Let us go through the details related to advanced aggregations using cube
in Spark.
Let us start spark context for this Article so that we can execute the code provided.
from pyspark.sql import SparkSession
import getpass
username = getpass.getuser()
spark = SparkSession. \
builder. \
config('spark.ui.port', '0'). \
config("spark.sql.warehouse.dir", f"/user/{username}/warehouse"). \
enableHiveSupport(). \
appName(f'{username} | Python - Basic Transformations'). \
master('yarn'). \
getOrCreate()
If you are going to use CLIs, you can use Spark SQL using one of the 3 approaches.
Using Spark SQL
--master yarn \
--conf spark.ui.port=0 \
--conf spark.sql.warehouse.dir=/user/${USER}/warehouse
Using Scala
--master yarn \
--conf spark.ui.port=0 \
--conf spark.sql.warehouse.dir=/user/${USER}/warehouse
Using Pyspark
--master yarn \
--conf spark.ui.port=0 \
--conf spark.sql.warehouse.dir=/user/${USER}/warehouse
orders = spark.read.json(‘/public/retail_db_json/orders’)
orders.show()
orders.printSchema()
orders.count()
Example Aggregations Using cube
- Get count of orders by date using cube.

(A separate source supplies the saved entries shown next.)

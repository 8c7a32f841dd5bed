/**
 * The two ways an uncertainty cell carries its inputs' spread to its names, on a prepared
 * what-if (engine/what-if.ts) that replaces the inputs:
 * - Monte Carlo (JCGM 101:2008, GUM Supplement 1): `samples` draws of all inputs from the
 *   seeded generator, each run through the what-if; per name, its values (a verdict's yes/no),
 *   and the samples in which it had no value with the first reason.
 * - Linear (JCGM 100:2008, the law of propagation of uncertainty, 5.2): u(y)² = J Σ Jᵀ with J
 *   the derivatives of each name with respect to the inputs' working coordinates
 *   (uncertainty-inputs.ts), by the shared central differences of numerics/slopes.ts.
 * Each what-if run charges the work meter one unit besides its own work.
 */
import type { WhatIf } from '../engine/what-if.ts';
import type { Quantity } from '../units/quantity.ts';
import { charge } from '../numerics/work-meter.ts';
import { seeded, type Random } from '../numerics/sampling/random.ts';
import type { Drawer, Working } from './uncertainty-inputs.ts';
import { slopes } from '../numerics/slopes.ts';
import { RUN_ACCURACY } from './sensitivity.ts';

/** What the samples gave for one name. */
export interface NameSamples {
  /** Values in SI (a verdict: 1 or 0), in sample order, where the name had a value. */
  readonly values: number[];
  /** True when the name is a yes/no verdict. */
  verdict: boolean;
  /** A quantity of the name, for its unit. */
  template?: Quantity;
  failed: number;
  reason?: string;
}

export interface MonteCarlo {
  readonly names: NameSamples[];
  /** Samples in which some name had no value, and the first reason. */
  readonly failed: number;
  readonly reason?: string;
  readonly evaluations: number;
}

/**
 * Monte Carlo as work that can be done in slices (the app's worker draws a slice of samples
 * between messages): the generator and the values gathered so far are kept between slices, so
 * the figures are the same bit for bit however the samples are sliced. Cost: one what-if run
 * per sample.
 */
export class MonteCarloRun {
  private readonly rng: Random;
  private readonly names: NameSamples[];
  private readonly x: Float64Array;
  private failed = 0;
  private reason?: string;
  /** Samples drawn so far. */
  done = 0;

  constructor(private readonly whatIf: WhatIf, private readonly drawer: Drawer, inputs: number, readonly total: number, seed: number) {
    this.rng = seeded(seed);
    this.names = whatIf.wanted.map(() => ({ values: [], verdict: false, failed: 0 }));
    this.x = new Float64Array(inputs);
  }

  /**
   * Draws samples until all `total` are drawn or `until` (a performance.now() time) has
   * passed, at least one; true when all are drawn.
   */
  step(until = Infinity): boolean {
    const { whatIf, drawer, rng, names, x } = this;
    while (this.done < this.total) {
      drawer(rng, x);
      charge(1);
      const r = whatIf.evaluate(x);
      if (!r.ok) this.failed++;
      r.answers.forEach((a, i) => {
        const n = names[i];
        if (!a.ok) {
          n.failed++;
          n.reason ??= a.reason;
          this.reason ??= a.reason;
          return;
        }
        n.template ??= a.q;
        const truth = a.binding.kind === 'value' ? a.binding.truth : undefined;
        if (truth !== undefined) n.verdict = true;
        n.values.push(truth !== undefined ? Number(truth) : a.si);
      });
      this.done++;
      if (until !== Infinity && performance.now() > until) break;
    }
    return this.done >= this.total;
  }

  /** What the samples drawn gave (all of them once `step` has returned true). */
  result(): MonteCarlo {
    return { names: this.names, failed: this.failed, ...(this.reason !== undefined ? { reason: this.reason } : {}), evaluations: this.done };
  }
}

/** Runs `samples` draws through the what-if at once. Cost: `samples` what-if runs. */
export function monteCarlo(whatIf: WhatIf, drawer: Drawer, inputs: number, samples: number, seed: number): MonteCarlo {
  const run = new MonteCarloRun(whatIf, drawer, inputs, samples, seed);
  run.step();
  return run.result();
}

/** One name under the linear method. */
export type LinearName =
  | { readonly ok: true; readonly mean: number; readonly sd: number; readonly template: Quantity; readonly truth?: boolean }
  | { readonly ok: false; readonly reason: string };

/**
 * The linear method. The derivatives are central differences (numerics/slopes.ts: a step per
 * input from its standard uncertainty and the runs' accuracy, `RUN_ACCURACY`, one-sided where
 * a side has no value). Cost: 1 + 2·inputs what-if runs (more where a side has no value).
 */
export function linear(whatIf: WhatIf, working: Working): { names: LinearName[]; evaluations: number } {
  const n = working.w0.length;
  const x = new Float64Array(n);
  const run = (w: ArrayLike<number>) => {
    working.toValues(w, x);
    charge(1);
    return whatIf.evaluate(x);
  };
  const center = run(working.w0);
  const scale = Float64Array.from({ length: n }, (_, j) => Math.sqrt(working.covariance[j * n + j]));
  const s = slopes((w) => run(w).values, Float64Array.from(working.w0), scale, { accuracy: RUN_ACCURACY, f0: center.values });
  const bad = new Map<number, string>();
  for (const f of s.failed) if (f.output >= 0 && !bad.has(f.output)) bad.set(f.output, f.reason);
  const names: LinearName[] = center.answers.map((a, i) => {
    if (!a.ok) return { ok: false, reason: a.reason };
    const truth = a.binding.kind === 'value' ? a.binding.truth : undefined;
    if (truth !== undefined) return { ok: true, mean: a.si, sd: 0, template: a.q, truth };
    if (bad.has(i)) return { ok: false, reason: `no slope near the present values: ${bad.get(i)}` };
    let v = 0;
    for (let j = 0; j < n; j++) for (let k = 0; k < n; k++) v += s.d[i * n + j] * working.covariance[j * n + k] * s.d[i * n + k];
    return { ok: true, mean: a.si, sd: Math.sqrt(Math.max(0, v)), template: a.q };
  });
  return { names, evaluations: 1 + s.evaluations };
}
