/**
 * A rate cell: dState/dt = rate. Two graph nodes: the state (its unit and initial value),
 * which other laws may read, and the law itself, checked for dimensions at the start state.
 * Splitting them lets two laws read each other's states without a circular definition.
 */
import type { RateCell } from '../study/types.ts';
import type { Binding, CellError, GraphNode, Law, Outcome, RunContext } from '../engine/node.ts';
import { cellRef } from '../engine/node.ts';
import type { NodeOutput } from '../engine/report.ts';
import { type Field, field, usesOf, lookupFrom, stateLookupFrom, quantityOf, finiteQuantityOf, unitOf, FieldError, TIME_ZERO, label, guarded } from './fields.ts';
import { type Quantity, report, describe, shownUnit } from '../units/quantity.ts';
import { sameDim, describeDim, divDim, TIME, TEMPERATURE } from '../units/dimension.ts';
import { type DisplayUnit, formatUnit, lookupUnit, isOffsetTemperature, unitDim, mulUnits } from '../units/units.ts';
import { quantitySig } from './signatures.ts';

export function rateNodes(cell: RateCell, at: string): Array<GraphNode<NodeOutput<'rate'>>> {
  const problems: CellError[] = [];
  const state = typeof cell.state === 'string' ? cell.state : '';
  const unit = field(cell.unit, `${at}.unit`, problems);
  const initial = field(cell.initial, `${at}.initial`, problems);
  const lawProblems: CellError[] = [];
  const rate = field(cell.rate, `${at}.rate`, lawProblems);
  const stateNode: GraphNode<NodeOutput<'rate'>> = {
    key: `${cell.id}/state`,
    cell: cell.id,
    role: 'state',
    defines: state ? [{ name: state, path: `${at}.state` }] : [],
    uses: usesOf([initial]),
    allowsTime: false,
    signature: JSON.stringify([cell.state, cell.unit, cell.initial]),
    problems,
    run: (ctx) => guarded(() => runState(cell.id, state, unit!, initial!, ctx)),
  };
  const lawUses = usesOf([rate], { states: true });
  if (state && !lawUses.some((u) => u.name === state)) lawUses.push({ name: state, path: `${at}.state`, readsStates: true });
  const lawNode: GraphNode<NodeOutput<'rate'>> = {
    key: `${cell.id}/law`,
    cell: cell.id,
    role: 'law',
    defines: [{ name: cellRef(cell.id), path: `${at}.id` }],
    uses: lawUses,
    couples: lawUses.map((u) => u.name).filter((n) => n !== state),
    allowsTime: true,
    signature: JSON.stringify([cell.state, cell.rate]),
    problems: lawProblems,
    run: (ctx) => guarded(() => runLaw(cell.id, state, rate!, ctx)),
  };
  return [stateNode, lawNode];
}


function runState(cellId: string, state: string, unitField: Field, initialField: Field, ctx: RunContext): Outcome<NodeOutput<'rate'>> {
  const unit = unitOf(unitField);
  const dim = unitDim(unit);
  const q0 = finiteQuantityOf(initialField, lookupFrom(ctx));
  if (!sameDim(q0.dim, dim)) {
    throw new FieldError({ kind: 'unit', path: initialField.path, message: `initial value of ${state} must be ${describeDim(dim)} (such as ${example(unit)}); it is ${describeDim(q0.dim)} (${describe(q0)})` });
  }
  const point = unit.length === 1 && isOffsetTemperature(lookupUnit(unit[0][0])!);
  if (point && q0.temp === 'delta') {
    throw new FieldError({ kind: 'unit', path: initialField.path, message: `initial value of ${state} is a temperature difference (${describe(q0)}); it must be a temperature, such as 20 ${unit[0][0]}` });
  }
  const temp = sameDim(dim, TEMPERATURE) ? (point ? 'point' : q0.temp === 'delta' ? 'delta' : 'absolute') : undefined;
  const q: Quantity = temp ? { si: q0.si, dim, unit, temp } : { si: q0.si, dim, unit };
  const binding: Binding = { kind: 'state', q, unit, cell: cellId, sig: `${quantitySig(q)}|${state}` };
  if (ctx.mode === 'what-if') return { ok: true, bindings: new Map([[state, binding]]), output: {} };
  // the unit the initial value is written in, so that the state can be shown in it again
  const written = q0.temp === 'point' || !q0.temp ? formatUnit(shownUnit(q0)) : '';
  const original = written && written !== formatUnit(unit) ? { originalUnit: written } : {};
  return { ok: true, bindings: new Map([[state, binding]]), output: { state, unit: formatUnit(unit), ...original, initial: report(q) } };
}

function runLaw(cellId: string, state: string, rate: Field, ctx: RunContext): Outcome<NodeOutput<'rate'>> {
  const own = ctx.binding(state);
  if (own?.kind !== 'state') {
    throw new FieldError({ kind: 'invalid', path: rate.path, message: `the state of this cell is not available` });
  }
  const scope = new Map<string, Quantity>();
  const reads: string[] = [];
  const lookup = stateLookupFrom(ctx, new Map([['t', TIME_ZERO]]));
  const recording = (name: string) => {
    const q = lookup(name);
    if (typeof q === 'boolean') {
      throw new FieldError({ kind: 'invalid', path: rate.path, message: `"${name}" is true/false; a rate law reads quantities only (choose a quantity with "? :" in a parameter)` });
    }
    if (q && !scope.has(name)) {
      scope.set(name, q);
      reads.push(name);
    }
    return q;
  };
  const r = quantityOf(rate, recording);
  const want = divDim(own.q.dim, TIME);
  if (!sameDim(r.dim, want)) {
    throw new FieldError({
      kind: 'unit',
      path: rate.path,
      message: `rate of ${state} must be ${describeDim(want)} (such as ${formatUnit(rateUnit(own.unit, r))}); it is ${formatUnit(shownUnit(r)) || describeDim(r.dim)}`,
    });
  }
  const states = new Map<string, string>();
  for (const n of reads) {
    const b = ctx.binding(n);
    if (b?.kind === 'state') states.set(n, b.cell);
  }
  const law: Law = { cell: cellId, state, stateUnit: own.unit, initial: own.q, expr: rate.expr, text: rate.text, reads, states, scope };
  const sig = `${rate.text}|${own.sig}|${reads.map((n) => `${n}=${quantitySig(scope.get(n)!)}`).join(';')}`;
  const bindings = new Map([[cellRef(cellId), { kind: 'law', law, sig } as const]]);
  if (ctx.mode === 'what-if') return { ok: true, bindings, output: {} };
  const shown: Quantity = { si: r.si, dim: r.dim, unit: rateUnit(own.unit, r) };
  const output: NodeOutput<'rate'> = { rateAtStart: report(shown) };
  if (!Number.isFinite(r.si)) output.warning = `${label(rate.path)} is not finite at the initial state (${describe(r)})`;
  return { ok: true, bindings, output };
}

/** The unit a rate is shown in: the state's unit per the first time unit the law mentions. */
function rateUnit(stateUnit: DisplayUnit, r: Quantity): DisplayUnit {
  const time = r.unit.find(([n]) => sameDim(lookupUnit(n)!.dim, TIME))?.[0] ?? 'h';
  return mulUnits(stateUnit, [[time, 1]], -1);
}

function example(unit: DisplayUnit): string {
  return `1 ${formatUnit(unit)}`.replace('1 1 / ', '1 / ');
}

from pyspark.sql.functions import count, lit
orders. \
groupBy('order_date'). \
agg(count(lit(1)).alias('order_count')). \
show()
orders. \
cube('order_date'). \
agg(count(lit(1)).alias('order_count')). \
orderBy('order_date'). \
show()
- Get count of orders by month as well as date using cube. You will see additional records per month.
from pyspark.sql.functions import date_format
orders. \
groupBy(date_format('order_date', 'yyyyMM').alias('order_month'), 'order_date'). \
agg(count(lit(1)).alias('order_count')). \
orderBy('order_month', 'order_date'). \
show()
orders. \
rollup(date_format('order_date', 'yyyyMM').alias('order_month'), 'order_date'). \
agg(count(lit(1)).alias('order_count')). \
orderBy('order_month', 'order_date'). \
show()
- Get count of orders by year, month as well as date using cube. You will see additional records per month as well as per year.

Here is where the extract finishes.